From a realist perspective, Mexico is not in a position to go to war with the U.S., so working with the U.S. seems a much more likely alternative. As Mexico’s overall economy is so dependent on sales to and from the U.S., Mexico will do what it can to protect and preserve an open trading relationship between the two nations. A liberal perspective might suggest that Mexico put pressure on the U.S. to address its own consumption problem, while continuing efforts to bring the drug lords to heel. A constructivist approach might suggest that the real problem for Mexico is poverty and the disparity of wealth in the country; it is generally not rich people who go out and decide to sell illegal drugs. It might also suggest that Mexico’s leaders can and should make choices that differ from what realism or liberalism might suggest. A feminist analysis might suggest that Mexico’s somewhat patriarchal society leads it to overlook more peaceful avenues to solving the problem. A neo-Marxist take on it all would suggest that the capitalist nature of Mexico’s economy virtually ensures an unequal distribution of wealth, leading the poor to seek other means of empowerment, and the rich to seek to maintain the system that helped them become rich in the first place. There may be some truth to all of these ideas; you will have to decide what makes sense to you.
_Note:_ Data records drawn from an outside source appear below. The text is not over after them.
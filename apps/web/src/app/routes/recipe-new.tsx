import type { KitchenView } from '@jarday/contracts';
import type { QueryClient } from '@tanstack/react-query';
import { useNavigate, type LoaderFunctionArgs } from 'react-router-dom';
import { PageHeader } from '../../components/ui/page-header';
import { Loading, QueryError } from '../../components/ui/query-state';
import { paths } from '../../config/paths';
import { cannersQueryOptions, useCanners } from '../../features/canners/api/get-canners';
import { kitchenQueryOptions } from '../../features/kitchens/api/get-kitchen';
import { RecipeForm } from '../../features/recipes/components/recipe-form';
import { BackToBox } from './recipe-missing';
import { ensureQuietly, WithKitchen } from './with-kitchen';

export const clientLoader =
  (queryClient: QueryClient) =>
  ({ params }: LoaderFunctionArgs) => {
    const kitchenId = params.kitchenId ?? '';
    return ensureQuietly(
      Promise.all([
        queryClient.ensureQueryData(kitchenQueryOptions(kitchenId)),
        queryClient.ensureQueryData(cannersQueryOptions(kitchenId)),
      ]),
    );
  };

function NewRecipePage({ kitchen }: { kitchen: KitchenView }) {
  const canners = useCanners(kitchen.id);
  const navigate = useNavigate();
  const back = { to: paths.recipes(kitchen.id), label: 'Recipe box' };

  if (kitchen.role !== 'lead') {
    return (
      <>
        <PageHeader title="New recipe" back={back} />
        <BackToBox kitchenId={kitchen.id}>Only a lead of this kitchen can add recipes.</BackToBox>
      </>
    );
  }
  return (
    <>
      <PageHeader title="New recipe" subtitle={kitchen.name} back={back} />
      {canners.isPending ? (
        <Loading label="Loading canners" />
      ) : canners.isError ? (
        <QueryError error={canners.error} onRetry={() => void canners.refetch()} />
      ) : (
        <RecipeForm
          kitchen={kitchen}
          canners={canners.data}
          onSaved={(recipe) =>
            void navigate(paths.recipe(kitchen.id, recipe.id), { state: { notice: { kind: 'saved' } } })
          }
          onCancel={() => void navigate(paths.recipes(kitchen.id))}
        />
      )}
    </>
  );
}

export default function RecipeNewRoute() {
  return <WithKitchen>{(kitchen) => <NewRecipePage kitchen={kitchen} />}</WithKitchen>;
}
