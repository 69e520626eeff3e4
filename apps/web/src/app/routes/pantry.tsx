import Kitchen from '@mui/icons-material/Kitchen';
import type { KitchenView } from '@jarday/contracts';
import Alert from '@mui/material/Alert';
import Button from '@mui/material/Button';
import Stack from '@mui/material/Stack';
import type { QueryClient } from '@tanstack/react-query';
import { Link as RouterLink, type LoaderFunctionArgs } from 'react-router-dom';
import { PageHeader } from '../../components/ui/page-header';
import { Loading, QueryError } from '../../components/ui/query-state';
import { paths } from '../../config/paths';
import { kitchenQueryOptions } from '../../features/kitchens/api/get-kitchen';
import { lotsQueryOptions, useLots } from '../../features/pantry/api/get-lots';
import { pantrySummaryQueryOptions, usePantrySummary } from '../../features/pantry/api/get-pantry-summary';
import { LotList } from '../../features/pantry/components/lot-list';
import { PantrySummary } from '../../features/pantry/components/pantry-summary';
import { ensureQuietly, WithKitchen } from './with-kitchen';

export const clientLoader =
  (queryClient: QueryClient) =>
  ({ params }: LoaderFunctionArgs) => {
    const kitchenId = params.kitchenId ?? '';
    return ensureQuietly(
      Promise.all([
        queryClient.ensureQueryData(kitchenQueryOptions(kitchenId)),
        queryClient.ensureQueryData(lotsQueryOptions(kitchenId)),
        queryClient.ensureQueryData(pantrySummaryQueryOptions(kitchenId)),
      ]),
    );
  };

function PantryPage({ kitchen }: { kitchen: KitchenView }) {
  const lots = useLots(kitchen.id);
  const summary = usePantrySummary(kitchen.id);
  return (
    <>
      <PageHeader
        title="Pantry"
        subtitle={kitchen.name}
        back={{ to: paths.kitchen(kitchen.id), label: kitchen.name }}
        actions={
          <Button component={RouterLink} to={paths.cooling(kitchen.id)} variant="outlined" startIcon={<Kitchen />}>
            Cooling shelf
          </Button>
        }
      />
      <Stack spacing={3}>
        {summary.data ? <PantrySummary summary={summary.data} /> : null}
        {lots.isPending ? (
          <Loading label="Loading the lots" />
        ) : lots.isError ? (
          <QueryError error={lots.error} onRetry={() => void lots.refetch()} />
        ) : lots.data.length === 0 ? (
          <Alert severity="info">
            No lots yet. A batch becomes a lot when the first seal of its jars is checked on the cooling shelf.
          </Alert>
        ) : (
          <LotList kitchenId={kitchen.id} lots={lots.data} />
        )}
      </Stack>
    </>
  );
}

/** /kitchens/:kitchenId/pantry: the lots, their jars on the shelf and best-quality dates. */
export default function PantryRoute() {
  return <WithKitchen>{(kitchen) => <PantryPage kitchen={kitchen} />}</WithKitchen>;
}
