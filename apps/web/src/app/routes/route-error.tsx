import Alert from '@mui/material/Alert';
import Box from '@mui/material/Box';
import Button from '@mui/material/Button';
import Typography from '@mui/material/Typography';
import { isRouteErrorResponse, useRouteError } from 'react-router-dom';

/** Last resort for an error no page caught, e.g. a page chunk that failed to download after a deploy. */
export function RouteError() {
  const error = useRouteError();
  const message = isRouteErrorResponse(error)
    ? `${error.status} ${error.statusText}`
    : error instanceof Error
      ? error.message
      : 'Unknown error';
  return (
    <Box component="main" sx={{ maxWidth: 640, mx: 'auto', p: 3 }}>
      <Typography variant="h1" gutterBottom>
        Something went wrong
      </Typography>
      <Alert severity="error" sx={{ mb: 3 }}>
        {message}
      </Alert>
      <Button variant="contained" onClick={() => window.location.reload()}>
        Reload Jarday
      </Button>
    </Box>
  );
}
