import type { DayView, KitchenView } from '@jarday/contracts';
import Alert from '@mui/material/Alert';
import Button from '@mui/material/Button';
import Stack from '@mui/material/Stack';
import type { QueryClient } from '@tanstack/react-query';
import { useEffect, type ReactNode } from 'react';
import { Link as RouterLink, useParams, type LoaderFunctionArgs } from 'react-router-dom';
import { Loading, QueryError } from '../../components/ui/query-state';
import { useSessionStore } from '../../features/auth/stores/session-store';
import { renewSession } from '../../features/auth/utils/session';
import { dayQueryOptions, useDay } from '../../features/day/api/get-day';
import { dayPaths } from '../../features/day/utils/day-paths';
import { kitchenQueryOptions } from '../../features/kitchens/api/get-kitchen';
import { ApiError } from '../../lib/api-client';
import type { LiveAuth } from '../../lib/socket';
import { ensureQuietly, WithKitchen } from './with-kitchen';

/**
 * The live socket's view of the session: the token the session store holds, its renewal, and a call whenever the
 * store gets a new token (the socket then sends `session:renew` without reconnecting). One object for the app.
 */
export const sessionLiveAuth: LiveAuth = {
  getToken: () => useSessionStore.getState().accessToken,
  renew: renewSession,
  onToken: (listener) =>
    useSessionStore.subscribe((state, previous) => {
      if (state.accessToken !== previous.accessToken) listener(state.accessToken);
    }),
};

/** Warms the kitchen and the day before a day page renders. */
export const dayLoader =
  (queryClient: QueryClient) =>
  ({ params }: LoaderFunctionArgs) =>
    ensureQuietly(
      Promise.all([
        queryClient.ensureQueryData(kitchenQueryOptions(params.kitchenId ?? '')),
        queryClient.ensureQueryData(dayQueryOptions(params.kitchenId ?? '', params.dayId ?? '')),
      ]),
    );

/** Loads the kitchen and the day named in the path; a day of another kitchen reads as not found. */
export function WithDay({ children }: { children: (kitchen: KitchenView, day: DayView) => ReactNode }) {
  const { kitchenId = '', dayId = '' } = useParams();
  const day = useDay(kitchenId, dayId);
  return (
    <WithKitchen>
      {(kitchen) => {
        if (day.isPending) return <Loading label="Loading the day" />;
        if (day.isError) {
          if (day.error instanceof ApiError && day.error.status === 404) {
            return (
              <Stack spacing={3}>
                <Alert severity="error">This canning day does not exist in {kitchen.name}.</Alert>
                <Button
                  component={RouterLink}
                  to={dayPaths.list(kitchen.id)}
                  variant="contained"
                  sx={{ alignSelf: 'flex-start' }}
                >
                  See the kitchen’s days
                </Button>
              </Stack>
            );
          }
          return <QueryError error={day.error} onRetry={() => void day.refetch()} />;
        }
        return children(kitchen, day.data);
      }}
    </WithKitchen>
  );
}

/** The tab's title while a live day is open, so a tablet's tab strip says which day it shows. */
export function useDocumentTitle(title: string): void {
  useEffect(() => {
    const before = document.title;
    document.title = title;
    return () => {
      document.title = before;
    };
  }, [title]);
}
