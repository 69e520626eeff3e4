import Alert from '@mui/material/Alert';
import { useNavigate } from 'react-router-dom';
import { PageHeader } from '../../components/ui/page-header';
import { StartDayForm } from '../../features/day/components/start-day-form';
import { dayPaths } from '../../features/day/utils/day-paths';
import { WithKitchen } from './with-kitchen';

/** /kitchens/:kitchenId/days/new: a lead starts a canning day, then plans its batches and loads. */
export default function DayNewRoute() {
  const navigate = useNavigate();
  return (
    <WithKitchen>
      {(kitchen) => (
        <>
          <PageHeader
            title="Start a canning day"
            subtitle={kitchen.name}
            back={{ to: dayPaths.list(kitchen.id), label: 'Canning days' }}
          />
          {kitchen.role === 'lead' ? (
            <StartDayForm
              kitchenId={kitchen.id}
              onCreated={(day) => void navigate(dayPaths.plan(kitchen.id, day.id))}
            />
          ) : (
            <Alert severity="info">Only the kitchen’s lead starts a canning day.</Alert>
          )}
        </>
      )}
    </WithKitchen>
  );
}
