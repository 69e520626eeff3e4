import { PageHeader } from '../../components/ui/page-header';
import { CaughtMailList } from '../../features/dev-mail/components/caught-mail-list';

/** The outbox of development and demo mode: mail the server sent to its own loopback catcher. */
export default function DevMailRoute() {
  return (
    <>
      <PageHeader title="Caught mail" subtitle="Mail this server sent to its own catcher instead of the world" />
      <CaughtMailList />
    </>
  );
}
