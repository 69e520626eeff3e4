import { type JournalQuery, journalQuerySchema } from '@jarday/contracts';
import type { QueryClient } from '@tanstack/react-query';
import { type LoaderFunctionArgs, useParams, useSearchParams } from 'react-router-dom';
import { PageHeader } from '../../components/ui/page-header';
import { dayReviewQueryOptions, useDayReview } from '../../features/journal/api/journal-api';
import { JournalScreen } from '../../features/journal/components/journal-screen';
import { dayPaths } from '../../features/day/utils/day-paths';
import { kitchenQueryOptions } from '../../features/kitchens/api/get-kitchen';
import { ensureQuietly, WithKitchen } from './with-kitchen';

export const clientLoader =
  (queryClient: QueryClient) =>
  ({ params }: LoaderFunctionArgs) =>
    ensureQuietly(
      Promise.all([
        queryClient.ensureQueryData(kitchenQueryOptions(params.kitchenId ?? '')),
        queryClient.ensureQueryData(dayReviewQueryOptions(params.kitchenId ?? '', params.dayId ?? '')),
      ]),
    );

/** The filters live in the address (`?station=&loadId=&kind=`), so a filtered journal can be shared or reloaded. */
function useFilter(): [JournalQuery, (next: JournalQuery) => void] {
  const [search, setSearch] = useSearchParams();
  const raw = Object.fromEntries(
    ['station', 'loadId', 'kind'].flatMap((k) => (search.get(k) ? [[k, search.get(k)]] : [])),
  );
  const parsed = journalQuerySchema.safeParse(raw);
  const filter = parsed.success ? parsed.data : {};
  const set = (next: JournalQuery) => {
    const params = new URLSearchParams();
    for (const [k, v] of Object.entries(next)) if (v) params.set(k, String(v));
    setSearch(params, { replace: true });
  };
  return [filter, set];
}

function Title({ kitchenId, dayId, kitchenName }: { kitchenId: string; dayId: string; kitchenName: string }) {
  const review = useDayReview(kitchenId, dayId);
  return (
    <PageHeader
      title={review.data ? `Journal: ${review.data.day.title}` : 'Journal'}
      subtitle={kitchenName}
      back={{ to: dayPaths.list(kitchenId), label: 'Canning days' }}
    />
  );
}

/** /kitchens/:kitchenId/days/:dayId/journal: the day's record, for any member, watchers included. */
export default function JournalRoute() {
  const { dayId = '' } = useParams();
  const [filter, setFilter] = useFilter();
  return (
    <WithKitchen>
      {(kitchen) => (
        <>
          <Title kitchenId={kitchen.id} dayId={dayId} kitchenName={kitchen.name} />
          <JournalScreen kitchenId={kitchen.id} dayId={dayId} filter={filter} onFilter={setFilter} />
        </>
      )}
    </WithKitchen>
  );
}
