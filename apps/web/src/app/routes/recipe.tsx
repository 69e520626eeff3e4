import Delete from '@mui/icons-material/DeleteOutlined';
import Edit from '@mui/icons-material/Edit';
import type { KitchenView } from '@jarday/contracts';
import Button from '@mui/material/Button';
import Stack from '@mui/material/Stack';
import type { QueryClient } from '@tanstack/react-query';
import { useState } from 'react';
import { Link as RouterLink, useLocation, useNavigate, useParams, type LoaderFunctionArgs } from 'react-router-dom';
import { ConfirmDialog } from '../../components/ui/confirm-dialog';
import { PageHeader } from '../../components/ui/page-header';
import { Loading, QueryError } from '../../components/ui/query-state';
import { paths } from '../../config/paths';
import { AttachmentsPanel } from '../../features/attachments';
import { cannersQueryOptions, useCanners } from '../../features/canners/api/get-canners';
import { kitchenQueryOptions } from '../../features/kitchens/api/get-kitchen';
import { useDeleteRecipe } from '../../features/recipes/api/delete-recipe';
import { recipeQueryOptions, useRecipe } from '../../features/recipes/api/get-recipe';
import { noticeFromState, RecipeNoticeBanner } from '../../features/recipes/components/recipe-notice';
import { RecipePlanPanel } from '../../features/recipes/components/recipe-plan-panel';
import { RecipeReadView } from '../../features/recipes/components/recipe-read-view';
import { RecipeLoadError } from './recipe-missing';
import { ensureQuietly, WithKitchen } from './with-kitchen';

export const clientLoader =
  (queryClient: QueryClient) =>
  ({ params }: LoaderFunctionArgs) => {
    const kitchenId = params.kitchenId ?? '';
    return ensureQuietly(
      Promise.all([
        queryClient.ensureQueryData(kitchenQueryOptions(kitchenId)),
        queryClient.ensureQueryData(recipeQueryOptions(kitchenId, params.recipeId ?? '')),
        queryClient.ensureQueryData(cannersQueryOptions(kitchenId)),
      ]),
    );
  };

function RecipePage({ kitchen }: { kitchen: KitchenView }) {
  const { recipeId = '' } = useParams();
  const recipe = useRecipe(kitchen.id, recipeId);
  const canners = useCanners(kitchen.id);
  const location = useLocation();
  const navigate = useNavigate();
  const [confirming, setConfirming] = useState(false);
  const remove = useDeleteRecipe(kitchen.id, { onSuccess: () => void navigate(paths.recipes(kitchen.id)) });
  const notice = noticeFromState(location.state);
  const back = { to: paths.recipes(kitchen.id), label: 'Recipe box' };

  if (recipe.isPending) return <Loading label="Loading the recipe" />;
  if (recipe.isError) {
    return (
      <>
        <PageHeader title="Recipe" back={back} />
        <RecipeLoadError kitchenId={kitchen.id} error={recipe.error} onRetry={() => void recipe.refetch()} />
      </>
    );
  }
  const lead = kitchen.role === 'lead';
  const plan = canners.isPending ? (
    <Loading label="Loading canners" />
  ) : canners.isError ? (
    <QueryError error={canners.error} onRetry={() => void canners.refetch()} />
  ) : (
    <RecipePlanPanel kitchen={kitchen} recipe={recipe.data} canners={canners.data} />
  );

  return (
    <>
      <PageHeader
        title={recipe.data.name}
        subtitle={kitchen.name}
        back={back}
        actions={
          lead ? (
            <Stack direction="row" spacing={1.5}>
              <Button
                component={RouterLink}
                to={paths.editRecipe(kitchen.id, recipe.data.id)}
                variant="contained"
                startIcon={<Edit />}
              >
                Edit
              </Button>
              <Button
                variant="outlined"
                color="error"
                startIcon={<Delete />}
                onClick={() => {
                  remove.reset();
                  setConfirming(true);
                }}
              >
                Delete
              </Button>
            </Stack>
          ) : null
        }
      />
      {notice ? (
        <RecipeNoticeBanner notice={notice} onClose={() => void navigate('.', { replace: true, state: null })} />
      ) : null}
      <RecipeReadView kitchen={kitchen} recipe={recipe.data} canners={canners.data ?? []} plan={plan} />
      <AttachmentsPanel
        kitchenId={kitchen.id}
        role={kitchen.role}
        subject="recipe"
        subjectId={recipe.data.id}
        title="Photos and recipe cards"
      />
      <ConfirmDialog
        open={confirming}
        title={`Delete ${recipe.data.name}?`}
        confirmLabel="Delete recipe"
        pending={remove.isPending}
        error={remove.isError ? remove.error.message : null}
        onClose={() => setConfirming(false)}
        onConfirm={() => remove.mutate(recipe.data.id)}
      >
        The recipe leaves this kitchen&apos;s recipe box. This cannot be undone.
      </ConfirmDialog>
    </>
  );
}

export default function RecipeRoute() {
  return <WithKitchen>{(kitchen) => <RecipePage kitchen={kitchen} />}</WithKitchen>;
}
- Realism suggests that because of the condition of anarchy in the world, the world is a dangerous place, and states should prepare accordingly.
- Liberalism suggests that rather than focusing on war, states should seek to use diplomacy, international institutions, and commerce as ways of building peaceful relationships with other states.
- Constructivism suggests that human institutions often influence states to make certain choices, blinding them to other foreign policy options.
- Feminist theory looks at international relations with an eye to gender relations, stressing both the historical role and the potential role women can play in foreign policy.
- Neo-Marxist theory suggests that productive relations—capitalism—causes states to compete with each other for scarce resources, negatively affecting workers in the process.
- In 2001, following 9/11, the U.S. invaded Afghanistan. Which theory of international relations would account for this action? Using the other theories, what else might have been done instead?